/// The irreducible factors over Q of a squarefree integer polynomial of degree >= 1, as
/// primitive integer polynomials with positive leading coefficients, sorted by degree.
/// Errors: the zero polynomial, a constant, or a polynomial with a repeated factor.
pub fn factor_over_q(f: &[BigInt]) -> Result<Vec<IntPoly>, String> {
    let f = primitive_part(f);
    if f.len() < 2 {
        return Err("a polynomial of degree at least 1 is needed".into());
    }
    if !is_squarefree(&f) {
        return Err("the polynomial has a repeated factor".into());
    }
    if f.len() == 2 {
        return Ok(vec![f]);
    }
    let d = f.len() - 1;
    let lc = f.last().expect("nonzero").clone();
    // the prime with the fewest modular factors among the first five suitable ones
    let mut best: Option<(u64, Vec<PolyP>)> = None;
    let mut tried = 0;
    for p in small_primes() {
        if tried == 5 || p > 1 << 30 {
            break;
        }
        if (&lc % BigInt::from(p)).is_zero() {
            continue;
        }
        let fp = reduce(&f, p);
        if fp.len() != f.len() || modp::gcd(&fp, &modp::derivative(&fp, p), p).len() != 1 {
            continue;
        }
        tried += 1;
        let fac = modp::factor_squarefree(&fp, p, p);
        if best.as_ref().is_none_or(|(_, b)| fac.len() < b.len()) {
            best = Some((p, fac));
        }
    }
    let (p, modular) = best.ok_or("no suitable prime found")?;
    if modular.len() == 1 {
        return Ok(vec![f]);
    }
    // Mignotte: |coefficients of a factor| <= 2^d |f|_2; target 2 |lc| bound + 1
    let norm2: BigInt = f.iter().map(|c| c * c).sum();
    let bound = (norm2.sqrt() + 1) << d;
    let target = (bound * lc.abs()) * 2 + 1;
    let (mut lifted, m) = hensel_lift(&f, &modular, p, &target);
    let mut rest = f.clone();
    let mut out = Vec::new();
    let mut size = 1;
    'sizes: while 2 * size <= lifted.len() {
        let r = lifted.len();
        let mut idx: Vec<usize> = (0..size).collect();
        loop {
            let lc = rest.last().expect("nonzero").clone();
            let cand = idx.iter().fold(vec![lc], |a, &j| mul_z(&a, &lifted[j], &m));
            let cand = primitive_part(&symmetric(&cand, &m));
            if let Some(q) = div_exact(&rest, &cand) {
                out.push(cand);
                rest = q;
                for &j in idx.iter().rev() {
                    lifted.remove(j);
                }
                continue 'sizes;
            }
            // next subset of `size` indices out of r
            let mut k = size;
            loop {
                if k == 0 {
                    size += 1;
                    continue 'sizes;
                }
                k -= 1;
                if idx[k] < r - size + k {
                    idx[k] += 1;
                    for j in k + 1..size {
                        idx[j] = idx[j - 1] + 1;
                    }
                    break;
                }
            }
        }
    }
    if rest.len() > 1 {
        out.push(primitive_part(&rest));
    }
    out.sort_by(|a, b| a.len().cmp(&b.len()).then_with(|| a.cmp(b)));
    Ok(out)
}
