#[cfg(test)]
mod tests {
    use super::*;
    use crate::scheme::testkit::*;
    use crate::scheme::verify;

    fn strassen() -> Scheme {
        scheme(STRASSEN, &matmul(2, 2, 2))
    }

    #[test]
    fn kron_strassen_gives_49_for_444() {
        // Strassen 1969: R(<4,4,4>) <= 49 by recursion.
        let t = matmul(2, 2, 2);
        let kt = kron_tensor(&t, &t).unwrap();
        let ks = kron(&strassen(), &strassen()).unwrap();
        assert_eq!(ks.rank(), 49);
        assert!(verify(&ks, &kt).is_ok());
        let perm = matmul_kron_order([2, 2, 2], [2, 2, 2]);
        let rt = relabel_tensor(&kt, &perm).unwrap();
        let rs = relabel(&ks, &perm).unwrap();
        let m444 = matmul(4, 4, 4);
        assert_eq!(
            rt.entries().collect::<Vec<_>>(),
            m444.entries().collect::<Vec<_>>()
        );
        assert!(verify(&rs, &m444).is_ok());
        // mixed formats: <2,2,2> (x) <1,2,3> = <2,4,6>
        let s123 = Scheme::standard(&matmul(1, 2, 3));
        let ks = relabel(
            &kron(&strassen(), &s123).unwrap(),
            &matmul_kron_order([2, 2, 2], [1, 2, 3]),
        )
        .unwrap();
        assert_eq!(ks.rank(), 42);
        assert!(verify(&ks, &matmul(2, 4, 6)).is_ok());
    }

    #[test]
    fn cyclic_and_transpose_symmetries() {
        // Hopcroft and Kerr 1971: R(<2,2,3>) <= 11; built as Strassen on a 2x2x2 block plus
        // the schoolbook <2,2,1> (4 multiplications).
        let s223 = hopcroft_kerr_like();
        assert_eq!(s223.rank(), 11);
        assert!(verify(&s223, &matmul(2, 2, 3)).is_ok());
        let c = matmul_cyclic(&s223, [2, 2, 3]).unwrap();
        assert!(verify(&c, &matmul(2, 3, 2)).is_ok());
        let c2 = matmul_cyclic(&c, [2, 3, 2]).unwrap();
        assert!(verify(&c2, &matmul(3, 2, 2)).is_ok());
        let tr = matmul_transpose(&s223, [2, 2, 3]).unwrap();
        assert!(verify(&tr, &matmul(3, 2, 2)).is_ok());
        assert!(matmul_cyclic(&s223, [2, 3, 2]).is_err());
        // generic axis permutation agrees with the tensor's
        let t = matmul(2, 2, 3);
        for perm in crate::tensor::AXIS_PERMUTATIONS {
            assert!(verify(&permute_axes(&s223, perm).unwrap(), &t.permute_axes(perm)).is_ok());
        }
    }

    /// <2,2,3> = <2,2,2> on columns 0,1 of B and C, plus <2,2,1> on column 2.
    pub fn hopcroft_kerr_like() -> Scheme {
        let s = direct_sum(&strassen(), &Scheme::standard(&matmul(2, 2, 1))).unwrap();
        // direct sum has A twice (a 8-dim left space); fold the two copies of A together
        let mut out = Scheme::empty(s.field, [4, 6, 6]);
        // B index in the sum: <2,2,2> b_jk at j*2+k, <2,2,1> b_j at 4+j -> <2,2,3> j*3+k
        let bmap = [0, 1, 3, 4, 2, 5];
        // C: <2,2,2> c_ik at i*2+k, <2,2,1> c_i at 4+i -> i*3+k
        let cmap = bmap;
        for t in 0..s.rank() {
            let u: Vec<Q> = (0..4).map(|i| &s.u[t][i] + &s.u[t][4 + i]).collect();
            let mut v = vec![Q::zero(); 6];
            let mut w = vec![Q::zero(); 6];
            for x in 0..6 {
                v[bmap[x]] = s.v[t][x].clone();
                w[cmap[x]] = s.w[t][x].clone();
            }
            out.push(u, v, w);
        }
        out
    }

    #[test]
    fn restriction_and_direct_sum() {
        let s = kron(&strassen(), &strassen()).unwrap();
        let s = relabel(&s, &matmul_kron_order([2, 2, 2], [2, 2, 2])).unwrap();
        let keep = matmul_subformat([4, 4, 4], [3, 3, 3]).unwrap();
        let r = restrict(&s, &keep).unwrap();
        assert!(verify(&r, &matmul(3, 3, 3)).is_ok());
        assert!(r.rank() <= 49);
        assert_eq!(
            restrict_tensor(&matmul(4, 4, 4), &keep)
                .unwrap()
                .entries()
                .count(),
            27
        );
        let a = matmul(2, 2, 2);
        let ds = direct_sum(&strassen(), &strassen()).unwrap();
        assert!(verify(&ds, &direct_sum_tensor(&a, &a).unwrap()).is_ok());
        assert!(matmul_subformat([2, 2, 2], [3, 1, 1]).is_err());
    }
}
== == ==
Please give an exact copy of every entry.

/// The irreducible factors over Q of a squarefree integer polynomial of degree >= 1, as
/// primitive integer polynomials with positive leading coefficients, sorted by degree.
/// Errors: the zero polynomial, a constant, or a polynomial with a repeated factor.
pub fn factor_over_q(f: &[BigInt]) -> Result<Vec<IntPoly>, String> {
    let f = primitive_part(f);
    if f.len() < 2 {
        return Err("a polynomial of degree at least 1 is needed".into());
    }
    if !is_squarefree(&f) {
        return Err("the polynomial has a repeated factor".into());
    }
    if f.len() == 2 {
        return Ok(vec![f]);
    }
    let d = f.len() - 1;
    let lc = f.last().expect("nonzero").clone();
    // the prime with the fewest modular factors among the first five suitable ones
    let mut best: Option<(u64, Vec<PolyP>)> = None;
    let mut tried = 0;
    for p in small_primes() {
        if tried == 5 || p > 1 << 30 {
            break;
        }
        if (&lc % BigInt::from(p)).is_zero() {
            continue;
        }
        let fp = reduce(&f, p);
        if fp.len() != f.len() || modp::gcd(&fp, &modp::derivative(&fp, p), p).len() != 1 {
            continue;
        }
        tried += 1;
        let fac = modp::factor_squarefree(&fp, p, p);
        if best.as_ref().is_none_or(|(_, b)| fac.len() < b.len()) {
            best = Some((p, fac));
        }
    }
    let (p, modular) = best.ok_or("no suitable prime found")?;
    if modular.len() == 1 {
        return Ok(vec![f]);
    }
    // Mignotte: |coefficients of a factor| <= 2^d |f|_2; target 2 |lc| bound + 1
    let norm2: BigInt = f.iter().map(|c| c * c).sum();
    let bound = (norm2.sqrt() + 1) << d;
    let target = (bound * lc.abs()) * 2 + 1;
    let (mut lifted, m) = hensel_lift(&f, &modular, p, &target);
    let mut rest = f.clone();
    let mut out = Vec::new();
    let mut size = 1;
    'sizes: while 2 * size <= lifted.len() {
        let r = lifted.len();
        let mut idx: Vec<usize> = (0..size).collect();
        loop {
            let lc = rest.last().expect("nonzero").clone();
            let cand = idx.iter().fold(vec![lc], |a, &j| mul_z(&a, &lifted[j], &m));
            let cand = primitive_part(&symmetric(&cand, &m));
            if let Some(q) = div_exact(&rest, &cand) {
                out.push(cand);
                rest = q;
                for &j in idx.iter().rev() {
                    lifted.remove(j);
                }
                continue 'sizes;
            }
            // next subset of `size` indices out of r
            let mut k = size;
            loop {
                if k == 0 {
                    size += 1;
                    continue 'sizes;
                }
                k -= 1;
                if idx[k] < r - size + k {
                    idx[k] += 1;
                    for j in k + 1..size {
                        idx[j] = idx[j - 1] + 1;
                    }
                    break;
                }
            }
        }
    }
    if rest.len() > 1 {
        out.push(primitive_part(&rest));
    }
    out.sort_by(|a, b| a.len().cmp(&b.len()).then_with(|| a.cmp(b)));
    Ok(out)
}
#[cfg(test)]
mod tests {
    use super::*;
    use crate::scheme::testkit::*;
    use crate::scheme::verify;

    fn strassen() -> Scheme {
        scheme(STRASSEN, &matmul(2, 2, 2))
    }

    #[test]
    fn kron_strassen_gives_49_for_444() {
        // Strassen 1969: R(<4,4,4>) <= 49 by recursion.
        let t = matmul(2, 2, 2);
        let kt = kron_tensor(&t, &t).unwrap();
        let ks = kron(&strassen(), &strassen()).unwrap();
        assert_eq!(ks.rank(), 49);
        assert!(verify(&ks, &kt).is_ok());
        let perm = matmul_kron_order([2, 2, 2], [2, 2, 2]);
        let rt = relabel_tensor(&kt, &perm).unwrap();
        let rs = relabel(&ks, &perm).unwrap();
        let m444 = matmul(4, 4, 4);
        assert_eq!(
            rt.entries().collect::<Vec<_>>(),
            m444.entries().collect::<Vec<_>>()
        );
        assert!(verify(&rs, &m444).is_ok());
        // mixed formats: <2,2,2> (x) <1,2,3> = <2,4,6>
        let s123 = Scheme::standard(&matmul(1, 2, 3));
        let ks = relabel(
            &kron(&strassen(), &s123).unwrap(),
            &matmul_kron_order([2, 2, 2], [1, 2, 3]),
        )
        .unwrap();
        assert_eq!(ks.rank(), 42);
        assert!(verify(&ks, &matmul(2, 4, 6)).is_ok());
    }

    #[test]
    fn cyclic_and_transpose_symmetries() {
        // Hopcroft and Kerr 1971: R(<2,2,3>) <= 11; built as Strassen on a 2x2x2 block plus
        // the schoolbook <2,2,1> (4 multiplications).
        let s223 = hopcroft_kerr_like();
        assert_eq!(s223.rank(), 11);
        assert!(verify(&s223, &matmul(2, 2, 3)).is_ok());
        let c = matmul_cyclic(&s223, [2, 2, 3]).unwrap();
        assert!(verify(&c, &matmul(2, 3, 2)).is_ok());
        let c2 = matmul_cyclic(&c, [2, 3, 2]).unwrap();
        assert!(verify(&c2, &matmul(3, 2, 2)).is_ok());
        let tr = matmul_transpose(&s223, [2, 2, 3]).unwrap();
        assert!(verify(&tr, &matmul(3, 2, 2)).is_ok());
        assert!(matmul_cyclic(&s223, [2, 3, 2]).is_err());
        // generic axis permutation agrees with the tensor's
        let t = matmul(2, 2, 3);
        for perm in crate::tensor::AXIS_PERMUTATIONS {
            assert!(verify(&permute_axes(&s223, perm).unwrap(), &t.permute_axes(perm)).is_ok());
        }
    }

    /// <2,2,3> = <2,2,2> on columns 0,1 of B and C, plus <2,2,1> on column 2.
    pub fn hopcroft_kerr_like() -> Scheme {
        let s = direct_sum(&strassen(), &Scheme::standard(&matmul(2, 2, 1))).unwrap();
        // direct sum has A twice (a 8-dim left space); fold the two copies of A together
        let mut out = Scheme::empty(s.field, [4, 6, 6]);
        // B index in the sum: <2,2,2> b_jk at j*2+k, <2,2,1> b_j at 4+j -> <2,2,3> j*3+k
        let bmap = [0, 1, 3, 4, 2, 5];
        // C: <2,2,2> c_ik at i*2+k, <2,2,1> c_i at 4+i -> i*3+k
        let cmap = bmap;
        for t in 0..s.rank() {
            let u: Vec<Q> = (0..4).map(|i| &s.u[t][i] + &s.u[t][4 + i]).collect();
            let mut v = vec![Q::zero(); 6];
            let mut w = vec![Q::zero(); 6];
            for x in 0..6 {
                v[bmap[x]] = s.v[t][x].clone();
                w[cmap[x]] = s.w[t][x].clone();
            }
            out.push(u, v, w);
        }
        out
    }

    #[test]
    fn restriction_and_direct_sum() {
        let s = kron(&strassen(), &strassen()).unwrap();
        let s = relabel(&s, &matmul_kron_order([2, 2, 2], [2, 2, 2])).unwrap();
        let keep = matmul_subformat([4, 4, 4], [3, 3, 3]).unwrap();
        let r = restrict(&s, &keep).unwrap();
        assert!(verify(&r, &matmul(3, 3, 3)).is_ok());
        assert!(r.rank() <= 49);
        assert_eq!(
            restrict_tensor(&matmul(4, 4, 4), &keep)
                .unwrap()
                .entries()
                .count(),
            27
        );
        let a = matmul(2, 2, 2);
        let ds = direct_sum(&strassen(), &strassen()).unwrap();
        assert!(verify(&ds, &direct_sum_tensor(&a, &a).unwrap()).is_ok());
        assert!(matmul_subformat([2, 2, 2], [3, 1, 1]).is_err());
    }
}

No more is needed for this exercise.